Problem description
Scan the data below and work out how many of its lines contain the word "Unicode". Give only that number.

Records provided
################
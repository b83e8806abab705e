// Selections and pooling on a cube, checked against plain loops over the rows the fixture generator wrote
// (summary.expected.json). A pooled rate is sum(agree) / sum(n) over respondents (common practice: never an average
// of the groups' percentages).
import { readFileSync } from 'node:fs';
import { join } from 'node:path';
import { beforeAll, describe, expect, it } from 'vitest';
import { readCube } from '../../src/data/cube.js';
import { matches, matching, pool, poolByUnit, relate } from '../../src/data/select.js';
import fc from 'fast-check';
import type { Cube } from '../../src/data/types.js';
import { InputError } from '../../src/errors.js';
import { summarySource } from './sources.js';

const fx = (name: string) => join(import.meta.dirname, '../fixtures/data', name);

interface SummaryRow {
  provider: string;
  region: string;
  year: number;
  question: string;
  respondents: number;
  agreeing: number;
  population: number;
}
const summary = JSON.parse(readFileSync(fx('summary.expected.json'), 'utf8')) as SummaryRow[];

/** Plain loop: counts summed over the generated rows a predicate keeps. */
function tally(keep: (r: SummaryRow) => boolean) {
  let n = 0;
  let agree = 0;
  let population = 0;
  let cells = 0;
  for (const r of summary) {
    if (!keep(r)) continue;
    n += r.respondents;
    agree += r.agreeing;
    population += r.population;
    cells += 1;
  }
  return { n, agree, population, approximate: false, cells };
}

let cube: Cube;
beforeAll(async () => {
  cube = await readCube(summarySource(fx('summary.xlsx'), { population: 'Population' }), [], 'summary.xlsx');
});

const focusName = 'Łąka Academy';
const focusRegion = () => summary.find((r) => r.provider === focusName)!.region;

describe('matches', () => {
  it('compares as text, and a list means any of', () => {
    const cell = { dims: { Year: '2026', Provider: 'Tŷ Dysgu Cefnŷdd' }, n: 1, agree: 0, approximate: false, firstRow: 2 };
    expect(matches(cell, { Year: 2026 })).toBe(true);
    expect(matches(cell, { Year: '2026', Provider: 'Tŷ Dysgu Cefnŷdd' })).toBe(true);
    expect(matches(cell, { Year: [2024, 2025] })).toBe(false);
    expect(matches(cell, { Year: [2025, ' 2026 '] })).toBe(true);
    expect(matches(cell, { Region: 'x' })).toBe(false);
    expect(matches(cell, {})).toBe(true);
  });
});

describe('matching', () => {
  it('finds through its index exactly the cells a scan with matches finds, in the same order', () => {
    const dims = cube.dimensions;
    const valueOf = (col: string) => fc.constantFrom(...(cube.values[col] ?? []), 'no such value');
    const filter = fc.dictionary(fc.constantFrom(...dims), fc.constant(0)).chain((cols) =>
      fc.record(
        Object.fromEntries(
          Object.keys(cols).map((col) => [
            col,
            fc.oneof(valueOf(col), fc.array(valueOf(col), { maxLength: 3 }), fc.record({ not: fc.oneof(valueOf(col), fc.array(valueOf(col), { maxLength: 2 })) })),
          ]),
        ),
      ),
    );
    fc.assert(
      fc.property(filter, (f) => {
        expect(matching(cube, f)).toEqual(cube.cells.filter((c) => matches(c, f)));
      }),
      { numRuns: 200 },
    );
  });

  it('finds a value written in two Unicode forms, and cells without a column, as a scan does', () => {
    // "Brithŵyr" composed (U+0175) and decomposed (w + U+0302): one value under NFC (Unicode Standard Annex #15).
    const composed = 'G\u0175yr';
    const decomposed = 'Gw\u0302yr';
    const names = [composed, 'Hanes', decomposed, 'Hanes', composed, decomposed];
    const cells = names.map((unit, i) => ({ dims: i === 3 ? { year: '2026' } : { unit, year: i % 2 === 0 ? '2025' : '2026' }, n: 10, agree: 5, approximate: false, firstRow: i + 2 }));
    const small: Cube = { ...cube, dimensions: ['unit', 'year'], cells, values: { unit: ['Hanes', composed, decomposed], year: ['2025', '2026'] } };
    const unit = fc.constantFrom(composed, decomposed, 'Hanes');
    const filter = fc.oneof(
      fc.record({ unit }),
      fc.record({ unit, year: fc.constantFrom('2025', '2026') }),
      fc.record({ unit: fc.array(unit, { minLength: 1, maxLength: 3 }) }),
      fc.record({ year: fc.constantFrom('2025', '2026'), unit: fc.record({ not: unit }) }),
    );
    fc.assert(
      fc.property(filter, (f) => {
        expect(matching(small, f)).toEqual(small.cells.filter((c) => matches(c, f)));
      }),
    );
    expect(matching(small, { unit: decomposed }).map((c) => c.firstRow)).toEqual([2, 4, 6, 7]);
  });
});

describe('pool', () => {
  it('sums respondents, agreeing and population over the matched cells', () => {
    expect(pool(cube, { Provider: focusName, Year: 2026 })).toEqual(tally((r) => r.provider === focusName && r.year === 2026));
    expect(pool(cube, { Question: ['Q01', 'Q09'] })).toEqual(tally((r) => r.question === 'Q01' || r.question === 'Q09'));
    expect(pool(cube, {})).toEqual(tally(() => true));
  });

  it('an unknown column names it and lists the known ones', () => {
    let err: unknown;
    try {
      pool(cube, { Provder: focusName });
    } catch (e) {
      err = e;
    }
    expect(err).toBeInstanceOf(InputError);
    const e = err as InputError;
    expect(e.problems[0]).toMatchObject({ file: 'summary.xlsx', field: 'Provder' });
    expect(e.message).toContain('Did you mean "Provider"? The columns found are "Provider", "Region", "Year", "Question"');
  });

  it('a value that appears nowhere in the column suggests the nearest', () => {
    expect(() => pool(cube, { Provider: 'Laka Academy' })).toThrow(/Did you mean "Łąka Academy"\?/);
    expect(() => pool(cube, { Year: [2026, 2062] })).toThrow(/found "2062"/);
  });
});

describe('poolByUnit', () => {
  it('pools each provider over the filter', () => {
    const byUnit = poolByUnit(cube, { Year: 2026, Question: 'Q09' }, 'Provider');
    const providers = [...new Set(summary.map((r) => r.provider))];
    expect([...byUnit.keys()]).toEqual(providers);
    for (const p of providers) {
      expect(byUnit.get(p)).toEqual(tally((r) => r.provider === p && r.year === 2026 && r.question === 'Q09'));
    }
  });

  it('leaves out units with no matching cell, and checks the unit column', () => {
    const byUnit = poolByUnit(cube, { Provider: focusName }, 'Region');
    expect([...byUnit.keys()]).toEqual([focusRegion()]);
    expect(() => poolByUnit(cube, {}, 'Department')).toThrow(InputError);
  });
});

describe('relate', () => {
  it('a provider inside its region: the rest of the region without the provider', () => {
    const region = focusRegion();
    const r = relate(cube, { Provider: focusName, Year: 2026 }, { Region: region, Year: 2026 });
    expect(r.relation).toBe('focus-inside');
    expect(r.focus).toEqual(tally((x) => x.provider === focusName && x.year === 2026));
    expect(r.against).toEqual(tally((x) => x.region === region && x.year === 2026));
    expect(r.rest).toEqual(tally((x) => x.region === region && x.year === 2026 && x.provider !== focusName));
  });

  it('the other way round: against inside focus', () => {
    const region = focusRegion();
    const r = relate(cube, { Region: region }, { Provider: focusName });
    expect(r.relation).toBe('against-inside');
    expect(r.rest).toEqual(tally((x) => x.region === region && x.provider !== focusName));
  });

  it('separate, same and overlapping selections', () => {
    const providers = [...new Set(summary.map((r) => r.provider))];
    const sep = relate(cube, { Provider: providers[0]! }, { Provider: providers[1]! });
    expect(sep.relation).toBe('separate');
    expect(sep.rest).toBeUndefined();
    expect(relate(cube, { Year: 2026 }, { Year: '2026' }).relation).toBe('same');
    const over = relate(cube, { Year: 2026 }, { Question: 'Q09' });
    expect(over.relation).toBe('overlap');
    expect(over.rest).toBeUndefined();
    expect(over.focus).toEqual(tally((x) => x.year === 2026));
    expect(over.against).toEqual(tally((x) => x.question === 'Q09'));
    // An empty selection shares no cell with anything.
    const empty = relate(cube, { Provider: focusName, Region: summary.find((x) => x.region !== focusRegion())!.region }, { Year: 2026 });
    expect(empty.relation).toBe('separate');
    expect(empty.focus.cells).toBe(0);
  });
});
################
Written reply
2